§ Dataset records
-- Opening Marker --

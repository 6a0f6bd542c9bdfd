// What a run with a measured or estimated rotor angle adds to the Load steps view, pure (testable in
// node): the angle source of the run named in one line (encoder lines, resolver tracking loop,
// sensorless observer with its PLL), the angle error in electrical degrees (the engine keeps radians),
// the rms and peak rows of the metrics table, and the sensorless observer's validity finding.
import type { Finding } from '../../../../core/base/finding';
import { num } from '../../components/format';

export const RAD_TO_DEG = 180 / Math.PI;

type Json = Record<string, unknown>;
const obj = (v: unknown): Json | null => (v !== null && typeof v === 'object' && !Array.isArray(v) ? (v as Json) : null);
const numOf = (v: unknown): number | null => (typeof v === 'number' && Number.isFinite(v) ? v : null);

/** control.angle of a project file (parsed or as saved), or null when absent or ideal. */
export function angleOf(file: unknown): Json | null {
  const a = obj(obj(obj(file)?.control)?.angle);
  return a && typeof a.source === 'string' && a.source !== 'ideal' ? a : null;
}

/** The project file a finished run was made from: its inputs key (the file less control.pwm), else the current project's. */
export function runFile(inputsKey: string | undefined, current: unknown): unknown {
  if (inputsKey) {
    try {
      return JSON.parse(inputsKey) as unknown;
    } catch {
      /* not JSON: the current project */
    }
  }
  return current;
}

/**
 * The angle source in one line, as an engineer names it: "encoder, 2048 lines (8192 counts per
 * revolution, 0.176 ° electrical per count), speed over 8 control periods, filter 1 kHz"; "resolver,
 * tracking loop 300 Hz, damping 0.707"; "sensorless observer, PLL 4000 Hz, open-loop start-up handing
 * over at 700 rpm". Null for the true angle (ideal or absent). `polePairs` when the file has no motor
 * section.
 */
export function angleSourceText(file: unknown, polePairs: number | null = null): string | null {
  const a = angleOf(file);
  if (!a) return null;
  // the motor section's pole pairs, else the caller's (a nameplate gives poles in its own terms)
  const pp = numOf(obj(obj(file)?.motor)?.polePairs) ?? polePairs;
  const hz = (v: number): string => (v >= 1000 ? `${num(v / 1e3)} kHz` : `${num(v)} Hz`);
  const parts: string[] = [];
  if (a.source === 'encoder') {
    const lines = numOf(a.linesPerRev);
    const counts = lines === null ? null : 4 * lines;
    // quadrature decoding: four edges per line; one count is 360/(4 N) mechanical degrees, pp times that electrical
    const perCount = counts !== null && pp !== null ? `, ${num((360 * pp) / counts, 3)} ° electrical per count` : '';
    parts.push(lines === null ? 'encoder' : `encoder, ${num(lines)} lines (${num(counts!)} counts per revolution${perCount})`);
    const ts = numOf(a.timerFrequency_Hz);
    const w = numOf(a.speedWindowPeriods);
    if (ts !== null) parts.push(`speed by edge timing (timer ${hz(ts)})`);
    else if (w !== null) parts.push(`speed over ${num(w)} control period${w === 1 ? '' : 's'}`);
    const f = numOf(a.speedFilter_Hz);
    if (f !== null && f > 0) parts.push(`speed filter ${hz(f)}`);
    const off = numOf(a.offset_deg);
    if (off !== null && off !== 0) parts.push(`mounting offset ${num(off, 3)} ° mechanical`);
  } else if (a.source === 'resolver') {
    const bw = numOf(a.bandwidth_Hz);
    parts.push(bw === null ? 'resolver' : `resolver, tracking loop ${hz(bw)}`);
    const z = numOf(a.damping);
    if (z !== null) parts.push(`damping ${num(z, 3)}`);
    const im = numOf(a.amplitudeImbalance);
    if (im !== null && im !== 0) parts.push(`amplitude imbalance ${num(im * 100, 3)} %`);
    const q = numOf(a.quadratureError_deg);
    if (q !== null && q !== 0) parts.push(`quadrature error ${num(q, 3)} °`);
  } else if (a.source === 'sensorless') {
    const bw = numOf(a.bandwidth_Hz);
    parts.push(bw === null ? 'sensorless observer' : `sensorless observer, PLL ${hz(bw)}`);
    const h = numOf(a.handoverSpeed_rpm);
    if (h !== null) parts.push(`open-loop start-up handing over at ${num(h)} rpm`);
    const mism = ([['fluxError_pct', 'flux linkage'], ['resistanceError_pct', 'resistance'], ['inductanceError_pct', 'inductance']] as const)
      .map(([k, name]) => [numOf(a[k]), name] as const)
      .filter(([v]) => v !== null && v !== 0)
      .map(([v, name]) => `${name} ${v! > 0 ? '+' : ''}${num(v!, 3)} %`);
    if (mism.length) parts.push(`observer's parameters off the motor's: ${mism.join(', ')}`);
  } else {
    parts.push(String(a.source));
  }
  return parts.join(', ');
}

/** The sensorless hand-over speed of a project file, rpm, or null. */
export function handoverSpeed(file: unknown): number | null {
  const a = angleOf(file);
  return a && a.source === 'sensorless' ? numOf(a.handoverSpeed_rpm) : null;
}

/** A trace of angles in radians as electrical degrees, in a new array. */
export function degrees(rad: ArrayLike<number>): Float64Array {
  const out = new Float64Array(rad.length);
  for (let i = 0; i < rad.length; i++) out[i] = rad[i]! * RAD_TO_DEG;
  return out;
}

/** An angle in radians as "0.101 ° electrical (1.75 mrad)". */
export function angleText(rad: number): string {
  return `${num(rad * RAD_TO_DEG, 3)} ° electrical (${num(rad * 1e3, 3)} mrad)`;
}

/** The metrics table's rows for the angle error (rms, peak) and the speed estimate's ripple, present only when the run reports them. */
export function angleMetricRows(m: { angleErrorRms_rad?: number | null; angleErrorPeak_rad?: number | null; speedEstimateRipple_rpm?: number | null }): Array<{ key: string; label: string; text: string; value: number }> {
  const rows: Array<{ key: string; label: string; text: string; value: number }> = [];
  const add = (key: 'angleErrorRms_rad' | 'angleErrorPeak_rad', label: string) => {
    const v = m[key];
    if (typeof v === 'number' && Number.isFinite(v)) rows.push({ key, label, text: angleText(v), value: v });
  };
  add('angleErrorRms_rad', 'angle error, rms (estimated − true)');
  add('angleErrorPeak_rad', 'angle error, peak (estimated − true)');
  const w = m.speedEstimateRipple_rpm;
  if (typeof w === 'number' && Number.isFinite(w)) rows.push({ key: 'speedEstimateRipple_rpm', label: 'speed estimate ripple, rms (estimated − true)', text: `${num(w, 3)} rpm`, value: w });
  return rows;
}

/** The findings about where the angle comes from (the sensorless observer's validity and hand-over, the estimator's loop against the speed loop). */
export function angleFindings(findings: readonly Finding[]): Finding[] {
  return findings.filter((f) => f.code === 'sensorless-low-speed' || f.code === 'speed-loop-near-estimator' || (f.field ?? '').startsWith('control.angle'));
}

/**
 * A symmetric range of the angle-error axis, ° electrical: the largest |error| with a margin, at least
 * ±0.05 ° (a perfect estimate would otherwise draw on a range of nothing).
 */
export function angleErrorRange(deg: ArrayLike<number>): [number, number] {
  let m = 0;
  for (let i = 0; i < deg.length; i++) {
    const a = Math.abs(deg[i]!);
    if (Number.isFinite(a) && a > m) m = a;
  }
  const r = Math.max(0.05, 1.15 * m);
  return [-r, r];
}
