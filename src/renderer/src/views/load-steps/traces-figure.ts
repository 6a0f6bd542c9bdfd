// The Load steps view's stacked traces on one time axis, pure (plotly's types only, testable in node):
// speed (true, and the controller's estimate when the angle source is not ideal) against its
// reference, the speed error, the angle error in electrical degrees (a measured or estimated angle
// only), torque, dq currents, the voltage's share of its limit, the phase currents; voltage
// saturation and the current limit shaded.
import type { Data, Layout } from 'plotly.js-dist-min';
import { axis, baseLayout, type PlotTheme } from '../../components/plot-style';
import { speedError, speedErrorRange } from '../../components/trace-scales';
import { num } from '../../components/format';
import type { SimDone } from '../../state/simulation-run';
import { angleErrorRange, degrees } from './angle-figures';

/** Colours of the traces: distinct within each plot and never one colour for two quantities. */
const TRACE = {
  light: { ref: '#555555', speed: '#0b5cad', estimate: '#8c510a', angle: '#222222', error: '#00796b', torque: '#6a3d9a', load: '#8d6e00', id: '#e65100', iq: '#00838f', volt: '#c51b7d', a: '#b3261e', b: '#558b2f', c: '#283593' },
  dark: { ref: '#bbbbbb', speed: '#79c0ff', estimate: '#e3b87f', angle: '#e6e6e6', error: '#4dd0c4', torque: '#d2a8ff', load: '#f2cc60', id: '#ffa657', iq: '#56d4dd', volt: '#ff8ccf', a: '#ff7b72', b: '#aed581', c: '#9fa8ff' },
} as const;

const GAP = 0.03;
const domainOf = (rows: number, i: number): [number, number] => {
  const h = (1 - GAP * (rows - 1)) / rows;
  const top = 1 - i * (h + GAP);
  return [Math.max(0, top - h), top];
};

type Row = { key: string; legend: string; title: string };
const ROW_SPEED: Row = { key: 'speed', legend: 'speed, rpm', title: 'speed, rpm' };
const ROW_ERROR: Row = { key: 'error', legend: 'speed error, rpm', title: 'error, rpm' };
const ROW_ANGLE: Row = { key: 'angle', legend: 'angle error, ° electrical', title: 'angle error, ° el.' };
const ROW_REST: Row[] = [
  { key: 'torque', legend: 'torque, N·m', title: 'torque, N·m' },
  { key: 'dq', legend: 'dq currents, A peak', title: 'id, iq, A peak' },
  { key: 'volt', legend: 'voltage', title: '|v| / Vmax' },
  { key: 'phase', legend: 'phase currents, A peak', title: 'ia, ib, ic, A' },
];

/** The rows of the figure, top down: the angle-error row only when the run has the trace. */
export function traceRows(r: Pick<SimDone, 'traces'>): Row[] {
  return [ROW_SPEED, ROW_ERROR, ...(r.traces.thetaError_rad ? [ROW_ANGLE] : []), ...ROW_REST];
}

/**
 * The figure: `handover_rpm` the sensorless start-up's hand-over speed (a dotted line on the speed
 * row), when there is one.
 */
export function tracesFigure(r: SimDone, theme: 'light' | 'dark', t: PlotTheme, handover_rpm: number | null = null): { data: Data[]; layout: Layout } {
  const col = TRACE[theme];
  const tr = r.traces;
  const x = tr.t_s;
  const rows = traceRows(r);
  const at = (key: string) => rows.findIndex((w) => w.key === key);
  const data: Data[] = [];
  const line = (y: Float64Array | undefined, name: string, key: string, colour: string, dash = 'solid', width = 1.6, digits = '.4g') => {
    if (!y) return;
    const row = at(key);
    data.push({
      type: 'scatter',
      mode: 'lines',
      x,
      y,
      name,
      xaxis: 'x',
      yaxis: row === 0 ? 'y' : `y${row + 1}`,
      line: { color: colour, width, dash },
      legendgroup: `row${row}`,
      legendgrouptitle: { text: rows[row]!.legend },
      hovertemplate: `${name}: %{y:${digits}}<extra>%{x:.4f} s</extra>`,
    } as Data);
  };
  const est = tr.speedEstimate_rpm;
  line(tr.speedRef_rpm, 'reference', 'speed', col.ref, 'dash', 1.4, '.0f');
  line(tr.speed_rpm, est ? 'speed (true)' : 'speed', 'speed', col.speed, 'solid', 2, '.1f');
  // the controller's estimate over the true speed: thinner, in its own colour, dotted so the true one shows through
  line(est, 'speed, estimated', 'speed', col.estimate, 'dot', 1.6, '.1f');
  if (tr.speedRef_rpm && tr.speed_rpm) line(speedError(tr.speedRef_rpm, tr.speed_rpm), 'reference − speed', 'error', col.error, 'solid', 1.6, '.2f');
  const angleDeg = tr.thetaError_rad ? degrees(tr.thetaError_rad) : null;
  if (angleDeg) line(angleDeg, 'estimated − true angle', 'angle', col.angle, 'solid', 1.3, '.3f');
  line(tr.torque_Nm, 'motor torque', 'torque', col.torque, 'solid', 1.6, '.3g');
  line(tr.loadTorque_Nm, 'load torque', 'torque', col.load, 'dash', 1.6, '.3g');
  line(tr.idRef_A, 'id reference', 'dq', col.id, 'dot', 1.3, '.3g');
  line(tr.iqRef_A, 'iq reference', 'dq', col.iq, 'dot', 1.3, '.3g');
  line(tr.id_A, 'id', 'dq', col.id, 'solid', 1.6, '.3g');
  line(tr.iq_A, 'iq', 'dq', col.iq, 'solid', 1.6, '.3g');
  line(tr.vNorm, '|v| / Vmax', 'volt', col.volt, 'solid', 1.6, '.3f');
  line(tr.ia_A, 'ia', 'phase', col.a, 'solid', 1.1, '.3g');
  line(tr.ib_A, 'ib', 'phase', col.b, 'solid', 1.1, '.3g');
  line(tr.ic_A, 'ic', 'phase', col.c, 'solid', 1.1, '.3g');
  const zoom = speedErrorRange(r.loadSteps);
  // the error row is zoomed to the load dips: its legend group says so
  if (zoom) for (const d of data as Array<{ legendgroup?: string; legendgrouptitle?: { text: string } }>) if (d.legendgroup === `row${at('error')}`) d.legendgrouptitle = { text: 'speed error (zoomed), rpm' };
  const n = rows.length;
  const layout: Record<string, unknown> = baseLayout(t, {
    margin: { l: 84, r: est ? 170 : 150, t: 10, b: 44 },
    hovermode: 'x',
    legend: { orientation: 'v', x: 1.01, y: 1, font: { size: 11 }, tracegroupgap: 14, groupclick: 'toggleitem' },
    xaxis: axis(t, 'time, s', { anchor: `y${n}`, range: [x[0], x[x.length - 1]] }),
  } as Layout);
  for (let i = 0; i < n; i++) {
    const extra: Record<string, unknown> = { domain: domainOf(n, i) };
    const k = rows[i]!.key;
    if (k === 'volt') extra.range = [0, 1.15];
    if (k === 'error' && zoom) extra.range = zoom;
    if (k === 'angle' && angleDeg) extra.range = angleErrorRange(angleDeg);
    layout[i === 0 ? 'yaxis' : `yaxis${i + 1}`] = axis(t, rows[i]!.title, extra);
  }
  // the x axis ticks appear once at the bottom; every row shares it
  const fill = theme === 'dark' ? 'rgba(255,179,64,0.16)' : 'rgba(224,138,0,0.16)';
  const fillI = theme === 'dark' ? 'rgba(255,123,114,0.13)' : 'rgba(179,38,30,0.10)';
  const shapes: Record<string, unknown>[] = [];
  const annotations: Record<string, unknown>[] = [];
  const end = x[x.length - 1] ?? 0;
  for (const e of r.events) {
    if (e.kind !== 'voltage-saturation' && e.kind !== 'current-limit') continue;
    shapes.push({ type: 'rect', xref: 'x', yref: 'paper', x0: e.t_s, x1: e.tEnd_s ?? end, y0: 0, y1: 1, fillcolor: e.kind === 'voltage-saturation' ? fill : fillI, line: { width: 0 }, layer: 'below' });
  }
  if (handover_rpm !== null && est) {
    // the sensorless start-up runs open loop below the hand-over speed: the line says where the observer takes over
    shapes.push({ type: 'line', xref: 'paper', yref: 'y', x0: 0, x1: 1, y0: handover_rpm, y1: handover_rpm, line: { color: col.estimate, width: 1, dash: 'dot' } });
    annotations.push({ xref: 'paper', yref: 'y', x: 0.995, y: handover_rpm, xanchor: 'right', yanchor: 'bottom', showarrow: false, text: `sensorless hand-over ${num(handover_rpm)} rpm`, font: { size: 10, color: col.estimate } });
  }
  layout.shapes = shapes;
  if (annotations.length) layout.annotations = annotations;
  return { data, layout: layout as Layout };
}

/** The figure's height, px: 110 per row. */
export const tracesHeight = (r: Pick<SimDone, 'traces'>): number => 110 * traceRows(r).length;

-- Closing Marker --

§ Task instructions
The word "mrad" appears in some of the lines above. Copy those lines.

§ Task answer
/** An angle in radians as "0.101 ° electrical (1.75 mrad)". */
  return `${num(rad * RAD_TO_DEG, 3)} ° electrical (${num(rad * 1e3, 3)} mrad)`;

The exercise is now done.